§ INFORMATION SUPPLIED
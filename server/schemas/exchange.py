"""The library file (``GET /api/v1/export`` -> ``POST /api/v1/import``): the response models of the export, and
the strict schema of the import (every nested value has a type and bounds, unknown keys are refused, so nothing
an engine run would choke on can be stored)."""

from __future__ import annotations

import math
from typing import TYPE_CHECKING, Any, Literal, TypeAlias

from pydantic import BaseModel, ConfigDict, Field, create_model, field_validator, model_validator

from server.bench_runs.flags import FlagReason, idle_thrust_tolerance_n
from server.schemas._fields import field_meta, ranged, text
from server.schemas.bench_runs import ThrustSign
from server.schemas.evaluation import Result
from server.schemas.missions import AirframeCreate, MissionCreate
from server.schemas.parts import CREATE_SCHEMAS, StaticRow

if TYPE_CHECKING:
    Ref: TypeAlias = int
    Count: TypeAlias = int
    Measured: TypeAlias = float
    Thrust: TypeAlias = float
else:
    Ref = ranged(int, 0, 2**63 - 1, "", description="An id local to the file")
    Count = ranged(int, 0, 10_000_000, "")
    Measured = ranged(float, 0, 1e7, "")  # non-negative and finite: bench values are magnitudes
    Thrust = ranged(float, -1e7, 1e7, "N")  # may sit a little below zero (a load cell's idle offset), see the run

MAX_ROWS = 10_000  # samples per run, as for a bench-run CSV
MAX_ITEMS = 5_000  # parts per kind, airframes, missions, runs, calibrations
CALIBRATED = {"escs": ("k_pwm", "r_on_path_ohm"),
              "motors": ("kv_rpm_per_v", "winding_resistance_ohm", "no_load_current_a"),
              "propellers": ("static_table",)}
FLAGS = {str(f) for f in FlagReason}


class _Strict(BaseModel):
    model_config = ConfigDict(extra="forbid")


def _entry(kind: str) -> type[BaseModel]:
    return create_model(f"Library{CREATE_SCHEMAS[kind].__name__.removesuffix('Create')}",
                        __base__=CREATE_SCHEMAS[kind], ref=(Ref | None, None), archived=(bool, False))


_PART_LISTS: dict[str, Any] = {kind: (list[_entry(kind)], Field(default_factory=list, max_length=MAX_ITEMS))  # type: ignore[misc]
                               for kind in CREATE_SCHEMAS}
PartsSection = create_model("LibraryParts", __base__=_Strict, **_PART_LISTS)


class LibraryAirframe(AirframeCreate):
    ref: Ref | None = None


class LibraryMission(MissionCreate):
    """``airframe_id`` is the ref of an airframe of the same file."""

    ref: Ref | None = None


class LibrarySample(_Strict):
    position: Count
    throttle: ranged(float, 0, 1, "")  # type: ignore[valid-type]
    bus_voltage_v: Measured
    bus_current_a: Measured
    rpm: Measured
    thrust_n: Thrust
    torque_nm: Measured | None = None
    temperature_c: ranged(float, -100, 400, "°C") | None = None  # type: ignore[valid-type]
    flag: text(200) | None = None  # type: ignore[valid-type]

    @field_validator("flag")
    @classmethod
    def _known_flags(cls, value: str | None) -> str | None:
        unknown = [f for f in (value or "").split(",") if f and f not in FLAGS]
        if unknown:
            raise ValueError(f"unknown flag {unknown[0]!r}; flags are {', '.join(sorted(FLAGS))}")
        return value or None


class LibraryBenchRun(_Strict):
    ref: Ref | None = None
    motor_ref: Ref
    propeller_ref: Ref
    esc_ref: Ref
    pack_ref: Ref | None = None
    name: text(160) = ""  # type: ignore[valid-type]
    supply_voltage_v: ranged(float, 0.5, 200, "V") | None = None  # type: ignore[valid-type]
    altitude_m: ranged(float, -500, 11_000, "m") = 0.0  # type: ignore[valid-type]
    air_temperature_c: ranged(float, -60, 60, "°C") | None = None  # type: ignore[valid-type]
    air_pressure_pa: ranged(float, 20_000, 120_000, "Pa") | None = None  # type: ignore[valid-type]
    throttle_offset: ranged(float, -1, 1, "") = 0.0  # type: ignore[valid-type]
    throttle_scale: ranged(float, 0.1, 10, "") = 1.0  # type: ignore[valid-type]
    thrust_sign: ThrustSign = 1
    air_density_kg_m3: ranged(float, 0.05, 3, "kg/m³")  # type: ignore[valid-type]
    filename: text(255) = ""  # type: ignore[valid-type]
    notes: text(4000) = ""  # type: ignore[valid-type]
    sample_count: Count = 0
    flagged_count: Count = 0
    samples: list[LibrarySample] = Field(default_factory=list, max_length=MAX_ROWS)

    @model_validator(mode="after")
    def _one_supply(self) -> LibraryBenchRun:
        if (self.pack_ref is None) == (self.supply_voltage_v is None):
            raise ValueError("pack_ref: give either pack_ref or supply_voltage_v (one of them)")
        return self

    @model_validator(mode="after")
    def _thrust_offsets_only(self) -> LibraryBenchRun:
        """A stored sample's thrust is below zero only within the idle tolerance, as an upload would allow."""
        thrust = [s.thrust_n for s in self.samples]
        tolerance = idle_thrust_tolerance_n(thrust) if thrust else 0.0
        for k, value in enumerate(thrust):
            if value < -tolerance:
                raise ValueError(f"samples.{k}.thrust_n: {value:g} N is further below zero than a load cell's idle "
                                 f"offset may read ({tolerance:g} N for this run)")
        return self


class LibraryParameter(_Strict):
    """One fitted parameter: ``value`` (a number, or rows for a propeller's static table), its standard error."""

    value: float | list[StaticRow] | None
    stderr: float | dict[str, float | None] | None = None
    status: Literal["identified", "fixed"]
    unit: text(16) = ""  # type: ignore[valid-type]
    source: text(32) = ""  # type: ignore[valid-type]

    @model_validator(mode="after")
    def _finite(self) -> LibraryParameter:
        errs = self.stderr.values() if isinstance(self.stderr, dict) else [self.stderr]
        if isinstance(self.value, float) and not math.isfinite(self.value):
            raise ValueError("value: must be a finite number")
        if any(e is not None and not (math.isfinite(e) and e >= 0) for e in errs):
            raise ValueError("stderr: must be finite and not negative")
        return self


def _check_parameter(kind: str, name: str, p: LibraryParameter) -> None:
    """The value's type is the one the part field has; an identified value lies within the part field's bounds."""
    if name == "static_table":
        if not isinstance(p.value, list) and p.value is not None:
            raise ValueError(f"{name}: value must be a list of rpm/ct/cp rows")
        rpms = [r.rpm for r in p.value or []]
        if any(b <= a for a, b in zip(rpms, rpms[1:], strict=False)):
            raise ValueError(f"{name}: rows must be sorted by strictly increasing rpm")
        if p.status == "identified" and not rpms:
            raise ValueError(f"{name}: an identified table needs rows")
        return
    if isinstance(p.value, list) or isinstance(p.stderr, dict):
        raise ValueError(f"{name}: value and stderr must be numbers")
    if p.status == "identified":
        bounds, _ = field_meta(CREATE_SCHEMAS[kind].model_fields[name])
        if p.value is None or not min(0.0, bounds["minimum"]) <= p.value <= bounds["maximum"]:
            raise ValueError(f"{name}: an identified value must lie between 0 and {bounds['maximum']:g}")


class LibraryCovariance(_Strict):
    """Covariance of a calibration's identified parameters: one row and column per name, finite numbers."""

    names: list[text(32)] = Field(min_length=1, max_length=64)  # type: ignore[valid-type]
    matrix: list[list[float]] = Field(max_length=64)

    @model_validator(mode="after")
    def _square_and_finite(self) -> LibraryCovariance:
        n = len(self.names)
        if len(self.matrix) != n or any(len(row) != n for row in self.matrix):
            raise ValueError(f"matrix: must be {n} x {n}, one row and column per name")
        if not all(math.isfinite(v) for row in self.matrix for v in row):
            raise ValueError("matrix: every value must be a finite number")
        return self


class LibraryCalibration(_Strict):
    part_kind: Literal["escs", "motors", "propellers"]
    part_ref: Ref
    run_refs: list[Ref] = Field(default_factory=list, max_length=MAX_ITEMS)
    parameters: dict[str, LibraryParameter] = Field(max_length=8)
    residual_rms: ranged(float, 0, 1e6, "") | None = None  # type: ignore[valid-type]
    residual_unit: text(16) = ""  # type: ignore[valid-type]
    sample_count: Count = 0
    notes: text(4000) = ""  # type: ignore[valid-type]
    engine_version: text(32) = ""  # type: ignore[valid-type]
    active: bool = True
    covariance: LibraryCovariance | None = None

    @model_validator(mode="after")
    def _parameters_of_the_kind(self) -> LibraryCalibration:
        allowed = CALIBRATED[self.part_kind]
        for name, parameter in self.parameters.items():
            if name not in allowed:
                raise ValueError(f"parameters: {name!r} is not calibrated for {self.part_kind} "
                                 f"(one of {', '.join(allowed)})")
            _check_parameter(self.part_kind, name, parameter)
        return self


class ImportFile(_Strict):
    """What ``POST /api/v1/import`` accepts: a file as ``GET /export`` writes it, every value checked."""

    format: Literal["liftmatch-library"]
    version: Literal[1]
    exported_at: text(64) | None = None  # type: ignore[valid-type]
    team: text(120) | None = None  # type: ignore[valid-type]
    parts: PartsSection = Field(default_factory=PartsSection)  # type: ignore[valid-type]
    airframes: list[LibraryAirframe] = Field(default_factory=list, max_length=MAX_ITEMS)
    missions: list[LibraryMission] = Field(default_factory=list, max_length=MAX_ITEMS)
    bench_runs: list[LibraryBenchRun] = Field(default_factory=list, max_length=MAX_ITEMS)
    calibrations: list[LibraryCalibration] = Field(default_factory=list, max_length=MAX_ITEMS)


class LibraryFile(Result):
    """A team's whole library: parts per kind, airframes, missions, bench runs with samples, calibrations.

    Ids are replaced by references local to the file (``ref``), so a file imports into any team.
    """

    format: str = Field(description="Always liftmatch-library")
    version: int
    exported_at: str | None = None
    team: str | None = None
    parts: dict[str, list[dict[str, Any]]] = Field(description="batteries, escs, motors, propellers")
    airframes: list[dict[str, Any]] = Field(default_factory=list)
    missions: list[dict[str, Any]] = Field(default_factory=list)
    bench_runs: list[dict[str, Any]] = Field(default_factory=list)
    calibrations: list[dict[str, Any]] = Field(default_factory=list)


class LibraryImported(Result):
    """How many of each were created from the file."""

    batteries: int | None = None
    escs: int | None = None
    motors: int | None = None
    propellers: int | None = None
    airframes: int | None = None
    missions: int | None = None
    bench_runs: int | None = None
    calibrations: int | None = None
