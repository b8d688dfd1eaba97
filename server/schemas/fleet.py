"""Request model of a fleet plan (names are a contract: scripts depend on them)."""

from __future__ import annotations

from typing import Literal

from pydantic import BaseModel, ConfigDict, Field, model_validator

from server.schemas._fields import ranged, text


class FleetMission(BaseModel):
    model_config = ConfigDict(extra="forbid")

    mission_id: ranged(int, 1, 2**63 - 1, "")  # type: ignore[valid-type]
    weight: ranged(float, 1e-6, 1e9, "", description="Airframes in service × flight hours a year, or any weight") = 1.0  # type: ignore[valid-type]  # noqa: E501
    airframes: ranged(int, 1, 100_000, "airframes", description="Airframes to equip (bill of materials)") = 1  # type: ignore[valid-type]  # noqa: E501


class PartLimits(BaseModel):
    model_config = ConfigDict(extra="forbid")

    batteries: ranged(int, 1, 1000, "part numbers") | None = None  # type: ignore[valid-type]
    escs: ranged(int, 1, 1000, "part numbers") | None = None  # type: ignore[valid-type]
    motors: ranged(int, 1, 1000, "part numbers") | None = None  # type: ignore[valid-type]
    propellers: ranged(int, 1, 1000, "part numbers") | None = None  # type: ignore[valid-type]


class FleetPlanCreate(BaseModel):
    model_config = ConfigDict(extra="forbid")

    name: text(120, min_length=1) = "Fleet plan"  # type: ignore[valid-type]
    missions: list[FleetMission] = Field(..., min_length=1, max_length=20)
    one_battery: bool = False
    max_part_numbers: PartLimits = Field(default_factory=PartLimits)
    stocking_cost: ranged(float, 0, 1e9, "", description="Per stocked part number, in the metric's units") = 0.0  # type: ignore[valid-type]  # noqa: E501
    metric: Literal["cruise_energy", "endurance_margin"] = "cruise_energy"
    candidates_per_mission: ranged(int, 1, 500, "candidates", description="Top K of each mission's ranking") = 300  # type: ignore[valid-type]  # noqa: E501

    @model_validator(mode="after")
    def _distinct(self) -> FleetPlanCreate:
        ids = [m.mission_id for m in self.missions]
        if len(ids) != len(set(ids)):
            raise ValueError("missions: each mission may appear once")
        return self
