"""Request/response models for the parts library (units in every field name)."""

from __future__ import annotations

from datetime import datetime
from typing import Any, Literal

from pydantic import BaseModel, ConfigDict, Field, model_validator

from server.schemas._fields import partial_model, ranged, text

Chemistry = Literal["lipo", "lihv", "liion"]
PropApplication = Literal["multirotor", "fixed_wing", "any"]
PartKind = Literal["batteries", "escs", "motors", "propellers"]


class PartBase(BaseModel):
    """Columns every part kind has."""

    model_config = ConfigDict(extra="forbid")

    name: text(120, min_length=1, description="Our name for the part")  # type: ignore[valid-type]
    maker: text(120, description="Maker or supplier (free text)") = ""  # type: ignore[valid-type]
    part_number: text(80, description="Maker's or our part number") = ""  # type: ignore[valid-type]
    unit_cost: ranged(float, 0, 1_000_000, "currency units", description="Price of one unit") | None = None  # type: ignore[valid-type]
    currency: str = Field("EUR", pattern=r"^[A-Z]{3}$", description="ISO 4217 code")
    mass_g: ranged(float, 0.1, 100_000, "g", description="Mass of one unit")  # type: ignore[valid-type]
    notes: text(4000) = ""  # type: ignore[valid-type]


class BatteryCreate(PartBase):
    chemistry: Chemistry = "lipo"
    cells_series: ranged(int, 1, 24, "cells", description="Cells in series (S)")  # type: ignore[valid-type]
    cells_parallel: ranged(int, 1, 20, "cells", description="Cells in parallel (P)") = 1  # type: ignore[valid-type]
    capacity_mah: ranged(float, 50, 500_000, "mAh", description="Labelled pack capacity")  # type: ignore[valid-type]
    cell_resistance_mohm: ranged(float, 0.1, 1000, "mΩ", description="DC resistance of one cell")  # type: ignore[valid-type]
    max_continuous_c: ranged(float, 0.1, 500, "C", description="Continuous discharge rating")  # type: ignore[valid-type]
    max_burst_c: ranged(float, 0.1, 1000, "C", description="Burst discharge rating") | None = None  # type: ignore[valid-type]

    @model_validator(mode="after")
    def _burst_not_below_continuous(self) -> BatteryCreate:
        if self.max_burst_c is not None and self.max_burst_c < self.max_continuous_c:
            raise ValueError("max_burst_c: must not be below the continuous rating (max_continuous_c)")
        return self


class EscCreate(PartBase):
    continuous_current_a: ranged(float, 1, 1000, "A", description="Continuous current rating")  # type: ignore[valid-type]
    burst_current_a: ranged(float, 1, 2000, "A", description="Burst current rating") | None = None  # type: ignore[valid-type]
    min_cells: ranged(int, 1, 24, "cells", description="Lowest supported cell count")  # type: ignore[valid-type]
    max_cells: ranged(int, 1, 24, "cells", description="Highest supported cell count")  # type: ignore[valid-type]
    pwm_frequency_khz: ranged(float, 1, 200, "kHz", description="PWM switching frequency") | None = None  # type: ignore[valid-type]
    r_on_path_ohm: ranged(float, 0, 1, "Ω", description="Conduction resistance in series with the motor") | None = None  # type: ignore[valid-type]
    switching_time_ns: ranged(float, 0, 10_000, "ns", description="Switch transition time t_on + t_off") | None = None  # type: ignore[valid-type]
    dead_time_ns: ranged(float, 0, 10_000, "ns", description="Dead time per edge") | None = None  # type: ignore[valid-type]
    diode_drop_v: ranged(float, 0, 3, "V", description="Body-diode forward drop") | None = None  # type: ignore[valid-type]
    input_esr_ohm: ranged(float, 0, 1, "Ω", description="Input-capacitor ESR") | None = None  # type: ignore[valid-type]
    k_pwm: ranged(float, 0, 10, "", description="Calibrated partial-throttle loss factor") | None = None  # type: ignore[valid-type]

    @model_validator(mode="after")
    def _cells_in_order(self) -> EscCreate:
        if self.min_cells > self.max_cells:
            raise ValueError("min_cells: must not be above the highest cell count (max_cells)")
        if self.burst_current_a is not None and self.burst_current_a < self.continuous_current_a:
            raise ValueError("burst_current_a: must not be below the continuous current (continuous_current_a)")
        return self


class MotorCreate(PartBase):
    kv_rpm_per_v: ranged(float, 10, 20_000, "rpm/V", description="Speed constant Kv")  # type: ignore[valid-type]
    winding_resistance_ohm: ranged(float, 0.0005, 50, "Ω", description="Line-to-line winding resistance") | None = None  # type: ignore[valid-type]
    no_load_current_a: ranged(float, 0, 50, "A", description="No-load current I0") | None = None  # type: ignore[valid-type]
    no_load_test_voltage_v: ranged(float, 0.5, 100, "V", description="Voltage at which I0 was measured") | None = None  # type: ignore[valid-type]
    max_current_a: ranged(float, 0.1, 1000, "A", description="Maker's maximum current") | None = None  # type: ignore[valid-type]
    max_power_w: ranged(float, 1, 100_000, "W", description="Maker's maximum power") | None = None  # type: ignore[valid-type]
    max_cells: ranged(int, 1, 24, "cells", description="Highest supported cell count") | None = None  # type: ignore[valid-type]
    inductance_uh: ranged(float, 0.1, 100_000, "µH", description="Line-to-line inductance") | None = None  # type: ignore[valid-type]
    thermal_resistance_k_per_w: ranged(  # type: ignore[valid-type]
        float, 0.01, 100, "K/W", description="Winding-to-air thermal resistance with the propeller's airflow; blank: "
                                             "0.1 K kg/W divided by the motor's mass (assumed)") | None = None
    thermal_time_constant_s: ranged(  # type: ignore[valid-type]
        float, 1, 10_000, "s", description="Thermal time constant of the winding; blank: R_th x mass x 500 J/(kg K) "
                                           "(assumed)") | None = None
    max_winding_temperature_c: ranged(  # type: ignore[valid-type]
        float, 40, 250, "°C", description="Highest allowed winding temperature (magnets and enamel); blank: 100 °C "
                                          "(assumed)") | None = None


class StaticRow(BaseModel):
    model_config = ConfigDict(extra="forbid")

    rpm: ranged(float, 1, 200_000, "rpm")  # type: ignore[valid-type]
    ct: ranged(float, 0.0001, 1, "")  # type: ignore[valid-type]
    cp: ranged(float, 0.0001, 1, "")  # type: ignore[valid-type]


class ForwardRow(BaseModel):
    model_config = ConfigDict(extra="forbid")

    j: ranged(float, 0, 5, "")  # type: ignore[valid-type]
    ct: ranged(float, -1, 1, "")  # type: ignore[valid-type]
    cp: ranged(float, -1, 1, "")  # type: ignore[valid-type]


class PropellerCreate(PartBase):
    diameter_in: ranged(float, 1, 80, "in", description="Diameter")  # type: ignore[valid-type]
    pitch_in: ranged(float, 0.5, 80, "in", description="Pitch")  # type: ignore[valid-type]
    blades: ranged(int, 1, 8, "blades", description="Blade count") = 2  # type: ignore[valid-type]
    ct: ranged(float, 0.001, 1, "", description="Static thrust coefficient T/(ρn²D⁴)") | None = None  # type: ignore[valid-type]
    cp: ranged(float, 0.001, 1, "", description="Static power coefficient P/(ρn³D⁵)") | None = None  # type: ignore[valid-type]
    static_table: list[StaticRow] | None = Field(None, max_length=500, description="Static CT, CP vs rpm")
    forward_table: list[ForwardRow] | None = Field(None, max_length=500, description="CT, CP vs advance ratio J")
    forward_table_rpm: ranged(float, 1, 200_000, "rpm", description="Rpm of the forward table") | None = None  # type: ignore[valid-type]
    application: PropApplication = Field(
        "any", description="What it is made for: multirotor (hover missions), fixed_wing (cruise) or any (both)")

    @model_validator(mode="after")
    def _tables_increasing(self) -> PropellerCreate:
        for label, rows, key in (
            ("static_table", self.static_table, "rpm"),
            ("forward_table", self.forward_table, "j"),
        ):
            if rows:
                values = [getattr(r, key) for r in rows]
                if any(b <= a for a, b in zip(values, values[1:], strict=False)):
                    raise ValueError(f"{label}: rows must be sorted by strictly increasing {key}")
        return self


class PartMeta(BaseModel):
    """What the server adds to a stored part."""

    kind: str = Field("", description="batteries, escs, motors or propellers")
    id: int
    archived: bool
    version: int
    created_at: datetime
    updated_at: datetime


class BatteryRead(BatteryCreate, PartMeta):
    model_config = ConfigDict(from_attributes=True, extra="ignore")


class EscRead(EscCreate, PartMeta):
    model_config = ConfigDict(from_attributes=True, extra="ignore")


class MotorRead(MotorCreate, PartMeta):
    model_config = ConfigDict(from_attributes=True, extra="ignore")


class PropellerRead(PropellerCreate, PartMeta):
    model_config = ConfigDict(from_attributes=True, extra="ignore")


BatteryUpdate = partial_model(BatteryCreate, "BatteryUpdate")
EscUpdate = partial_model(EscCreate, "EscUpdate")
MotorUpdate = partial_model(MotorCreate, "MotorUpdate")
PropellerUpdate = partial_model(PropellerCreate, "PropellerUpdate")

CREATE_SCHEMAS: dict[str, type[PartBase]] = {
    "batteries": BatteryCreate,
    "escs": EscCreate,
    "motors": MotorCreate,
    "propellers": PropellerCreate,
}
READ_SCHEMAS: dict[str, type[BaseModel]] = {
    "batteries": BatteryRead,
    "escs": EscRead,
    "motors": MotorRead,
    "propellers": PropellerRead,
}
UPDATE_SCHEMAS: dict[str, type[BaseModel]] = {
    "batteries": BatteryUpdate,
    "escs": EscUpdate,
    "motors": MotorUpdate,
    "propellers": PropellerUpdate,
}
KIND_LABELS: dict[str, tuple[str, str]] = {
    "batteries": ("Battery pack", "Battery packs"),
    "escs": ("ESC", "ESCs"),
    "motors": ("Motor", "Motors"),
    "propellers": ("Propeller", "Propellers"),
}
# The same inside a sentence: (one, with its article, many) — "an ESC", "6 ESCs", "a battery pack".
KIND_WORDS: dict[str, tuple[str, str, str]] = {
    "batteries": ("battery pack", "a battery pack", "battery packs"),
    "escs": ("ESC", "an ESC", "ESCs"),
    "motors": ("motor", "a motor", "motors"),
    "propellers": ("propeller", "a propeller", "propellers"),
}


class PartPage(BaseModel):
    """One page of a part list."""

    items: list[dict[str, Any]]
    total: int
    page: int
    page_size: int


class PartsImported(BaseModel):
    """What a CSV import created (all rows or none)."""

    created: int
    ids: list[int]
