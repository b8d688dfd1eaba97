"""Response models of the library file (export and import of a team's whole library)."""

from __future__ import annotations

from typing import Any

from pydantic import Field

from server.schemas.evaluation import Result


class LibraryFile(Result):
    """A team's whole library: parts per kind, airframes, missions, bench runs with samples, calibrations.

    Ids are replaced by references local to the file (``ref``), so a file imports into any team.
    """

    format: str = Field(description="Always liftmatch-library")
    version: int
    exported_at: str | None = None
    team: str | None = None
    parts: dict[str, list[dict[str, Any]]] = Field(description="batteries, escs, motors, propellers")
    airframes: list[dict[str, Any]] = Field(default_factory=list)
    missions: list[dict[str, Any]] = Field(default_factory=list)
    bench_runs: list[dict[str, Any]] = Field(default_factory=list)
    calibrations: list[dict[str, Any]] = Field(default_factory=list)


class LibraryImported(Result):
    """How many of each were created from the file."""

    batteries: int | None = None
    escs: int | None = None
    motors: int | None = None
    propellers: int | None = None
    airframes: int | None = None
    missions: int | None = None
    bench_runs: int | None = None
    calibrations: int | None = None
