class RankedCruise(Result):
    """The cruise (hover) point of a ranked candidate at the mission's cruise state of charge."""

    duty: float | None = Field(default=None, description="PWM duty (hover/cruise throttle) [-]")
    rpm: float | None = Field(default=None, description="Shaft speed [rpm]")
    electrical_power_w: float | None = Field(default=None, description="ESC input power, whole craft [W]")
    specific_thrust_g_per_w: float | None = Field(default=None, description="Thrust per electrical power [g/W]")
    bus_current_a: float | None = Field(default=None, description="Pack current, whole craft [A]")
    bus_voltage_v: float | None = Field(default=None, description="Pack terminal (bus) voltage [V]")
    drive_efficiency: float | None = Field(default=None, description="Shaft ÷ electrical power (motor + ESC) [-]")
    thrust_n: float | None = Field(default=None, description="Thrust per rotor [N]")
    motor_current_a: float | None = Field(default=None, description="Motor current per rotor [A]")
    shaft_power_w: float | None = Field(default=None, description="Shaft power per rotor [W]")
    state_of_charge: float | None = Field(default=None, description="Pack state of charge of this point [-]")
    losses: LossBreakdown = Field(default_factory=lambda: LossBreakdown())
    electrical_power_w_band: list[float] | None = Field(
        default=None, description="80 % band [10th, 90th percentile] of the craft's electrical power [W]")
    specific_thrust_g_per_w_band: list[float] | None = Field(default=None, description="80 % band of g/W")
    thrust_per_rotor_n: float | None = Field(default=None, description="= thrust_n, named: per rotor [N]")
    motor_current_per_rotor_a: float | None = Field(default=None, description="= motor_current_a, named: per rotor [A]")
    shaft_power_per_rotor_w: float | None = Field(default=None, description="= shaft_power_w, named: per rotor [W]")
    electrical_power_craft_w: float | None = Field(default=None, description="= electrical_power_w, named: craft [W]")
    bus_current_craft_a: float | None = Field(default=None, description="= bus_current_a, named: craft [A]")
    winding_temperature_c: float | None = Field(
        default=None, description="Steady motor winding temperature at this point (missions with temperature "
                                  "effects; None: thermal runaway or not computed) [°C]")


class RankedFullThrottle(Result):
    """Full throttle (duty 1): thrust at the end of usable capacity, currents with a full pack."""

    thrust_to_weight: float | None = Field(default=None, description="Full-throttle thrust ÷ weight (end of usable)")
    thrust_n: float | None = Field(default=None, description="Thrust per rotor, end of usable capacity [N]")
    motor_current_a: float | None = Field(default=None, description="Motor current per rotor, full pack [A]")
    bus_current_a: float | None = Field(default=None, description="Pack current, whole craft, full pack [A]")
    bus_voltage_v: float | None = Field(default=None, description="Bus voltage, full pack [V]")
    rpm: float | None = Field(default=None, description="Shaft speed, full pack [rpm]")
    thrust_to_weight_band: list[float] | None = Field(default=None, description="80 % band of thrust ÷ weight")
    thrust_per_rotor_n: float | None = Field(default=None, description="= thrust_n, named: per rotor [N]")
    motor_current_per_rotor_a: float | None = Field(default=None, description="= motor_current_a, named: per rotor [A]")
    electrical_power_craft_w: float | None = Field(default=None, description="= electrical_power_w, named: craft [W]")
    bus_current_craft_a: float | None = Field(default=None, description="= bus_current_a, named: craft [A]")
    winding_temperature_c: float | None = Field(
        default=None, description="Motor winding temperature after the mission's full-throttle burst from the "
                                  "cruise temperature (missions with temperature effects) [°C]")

§ WORK TASK
From the opening line of the data above, please print each line as written up to and including the line that contains "create_model, field_validator, model_validator", and nothing more.

§ RESPONSE AREA
filename server/schemas/exchange.py
"""The library file (``GET /api/v1/export`` -> ``POST /api/v1/import``): the response models of the export, and
the strict schema of the import (every nested value has a type and bounds, unknown keys are refused, so nothing
an engine run would choke on can be stored)."""

from __future__ import annotations

import math
from typing import TYPE_CHECKING, Any, Literal, TypeAlias

from pydantic import BaseModel, ConfigDict, Field, create_model, field_validator, model_validator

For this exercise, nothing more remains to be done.